> _GOAL OF THE EXERCISE_:
Find "vertices : array_like" and "k = physics.scale * float(coefficient)" in the records below. Copy the lines holding them and every line between, exactly, and no others.

:: GIVEN RECORDS ::

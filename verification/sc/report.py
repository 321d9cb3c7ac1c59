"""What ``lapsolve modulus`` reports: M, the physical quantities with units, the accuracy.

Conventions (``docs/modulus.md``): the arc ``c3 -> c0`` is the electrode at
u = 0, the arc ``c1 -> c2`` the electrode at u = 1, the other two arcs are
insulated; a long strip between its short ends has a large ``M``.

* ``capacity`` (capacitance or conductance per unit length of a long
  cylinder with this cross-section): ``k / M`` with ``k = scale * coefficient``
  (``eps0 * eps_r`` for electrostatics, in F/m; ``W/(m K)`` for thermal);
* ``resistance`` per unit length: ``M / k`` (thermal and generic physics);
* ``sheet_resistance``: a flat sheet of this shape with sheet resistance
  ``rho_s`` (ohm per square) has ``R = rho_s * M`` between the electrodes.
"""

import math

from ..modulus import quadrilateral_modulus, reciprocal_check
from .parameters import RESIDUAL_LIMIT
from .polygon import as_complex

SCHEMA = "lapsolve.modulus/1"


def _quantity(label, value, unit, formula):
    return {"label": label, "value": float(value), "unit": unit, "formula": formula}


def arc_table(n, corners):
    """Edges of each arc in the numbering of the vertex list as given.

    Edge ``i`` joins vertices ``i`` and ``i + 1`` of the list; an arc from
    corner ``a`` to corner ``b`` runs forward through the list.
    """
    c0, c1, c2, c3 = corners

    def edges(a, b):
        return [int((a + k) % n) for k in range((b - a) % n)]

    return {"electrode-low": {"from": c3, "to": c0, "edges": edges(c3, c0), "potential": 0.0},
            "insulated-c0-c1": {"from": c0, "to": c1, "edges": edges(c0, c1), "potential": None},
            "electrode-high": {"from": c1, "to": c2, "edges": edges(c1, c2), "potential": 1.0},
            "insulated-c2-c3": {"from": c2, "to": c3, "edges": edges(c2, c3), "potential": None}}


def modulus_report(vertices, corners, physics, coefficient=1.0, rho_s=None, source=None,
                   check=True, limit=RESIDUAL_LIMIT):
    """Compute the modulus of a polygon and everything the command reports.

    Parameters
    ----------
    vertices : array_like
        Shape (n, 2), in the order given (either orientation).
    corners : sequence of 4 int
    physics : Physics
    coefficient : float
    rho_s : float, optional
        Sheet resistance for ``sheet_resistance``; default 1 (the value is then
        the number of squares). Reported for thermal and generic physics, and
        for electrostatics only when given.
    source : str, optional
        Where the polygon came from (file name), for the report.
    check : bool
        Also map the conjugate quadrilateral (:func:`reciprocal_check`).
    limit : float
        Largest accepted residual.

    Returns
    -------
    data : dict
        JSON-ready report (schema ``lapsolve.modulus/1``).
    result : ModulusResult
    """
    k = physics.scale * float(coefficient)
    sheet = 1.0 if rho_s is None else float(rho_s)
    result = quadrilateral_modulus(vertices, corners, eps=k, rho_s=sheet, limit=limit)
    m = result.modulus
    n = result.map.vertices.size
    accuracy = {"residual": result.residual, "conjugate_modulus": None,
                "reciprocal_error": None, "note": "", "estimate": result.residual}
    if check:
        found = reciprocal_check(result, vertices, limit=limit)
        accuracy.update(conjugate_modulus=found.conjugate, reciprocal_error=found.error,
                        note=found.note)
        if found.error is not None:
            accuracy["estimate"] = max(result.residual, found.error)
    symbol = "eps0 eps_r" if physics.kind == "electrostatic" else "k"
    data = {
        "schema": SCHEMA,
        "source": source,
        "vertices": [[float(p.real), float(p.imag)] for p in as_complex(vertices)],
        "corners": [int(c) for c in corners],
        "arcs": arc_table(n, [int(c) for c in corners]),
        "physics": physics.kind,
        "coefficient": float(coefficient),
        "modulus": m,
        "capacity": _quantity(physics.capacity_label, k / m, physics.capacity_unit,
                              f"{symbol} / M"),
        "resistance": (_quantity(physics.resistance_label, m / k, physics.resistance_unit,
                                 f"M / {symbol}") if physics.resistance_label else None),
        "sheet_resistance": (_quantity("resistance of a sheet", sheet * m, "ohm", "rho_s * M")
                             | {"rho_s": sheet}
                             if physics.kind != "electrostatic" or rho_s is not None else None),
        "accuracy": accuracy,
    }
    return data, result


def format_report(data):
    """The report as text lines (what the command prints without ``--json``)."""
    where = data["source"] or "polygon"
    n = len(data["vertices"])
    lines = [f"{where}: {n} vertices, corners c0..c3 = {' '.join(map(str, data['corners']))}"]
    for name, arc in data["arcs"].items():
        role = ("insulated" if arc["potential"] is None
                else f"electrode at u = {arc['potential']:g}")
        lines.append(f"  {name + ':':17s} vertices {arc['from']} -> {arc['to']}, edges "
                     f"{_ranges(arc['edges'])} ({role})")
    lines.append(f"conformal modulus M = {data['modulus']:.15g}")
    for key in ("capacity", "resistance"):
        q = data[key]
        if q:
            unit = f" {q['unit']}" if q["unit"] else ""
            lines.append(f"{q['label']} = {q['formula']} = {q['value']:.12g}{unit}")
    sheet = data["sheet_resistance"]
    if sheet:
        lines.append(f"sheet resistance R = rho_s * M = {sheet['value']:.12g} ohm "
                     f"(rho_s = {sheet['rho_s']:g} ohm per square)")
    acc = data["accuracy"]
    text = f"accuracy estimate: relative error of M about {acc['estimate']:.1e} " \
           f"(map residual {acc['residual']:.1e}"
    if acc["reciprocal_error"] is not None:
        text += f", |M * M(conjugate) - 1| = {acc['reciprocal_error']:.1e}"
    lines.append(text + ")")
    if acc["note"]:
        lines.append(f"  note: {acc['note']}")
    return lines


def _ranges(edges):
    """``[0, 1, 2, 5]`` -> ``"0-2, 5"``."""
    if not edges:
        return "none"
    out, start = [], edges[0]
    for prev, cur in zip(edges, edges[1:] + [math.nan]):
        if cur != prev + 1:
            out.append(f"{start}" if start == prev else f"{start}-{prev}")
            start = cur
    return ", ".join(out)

:::

> _WRITTEN RESPONSE_:
    vertices : array_like
        Shape (n, 2), in the order given (either orientation).
    corners : sequence of 4 int
    physics : Physics
    coefficient : float
    rho_s : float, optional
        Sheet resistance for ``sheet_resistance``; default 1 (the value is then
        the number of squares). Reported for thermal and generic physics, and
        for electrostatics only when given.
    source : str, optional
        Where the polygon came from (file name), for the report.
    check : bool
        Also map the conjugate quadrilateral (:func:`reciprocal_check`).
    limit : float
        Largest accepted residual.

    Returns
    -------
    data : dict
        JSON-ready report (schema ``lapsolve.modulus/1``).
    result : ModulusResult
    """
    k = physics.scale * float(coefficient)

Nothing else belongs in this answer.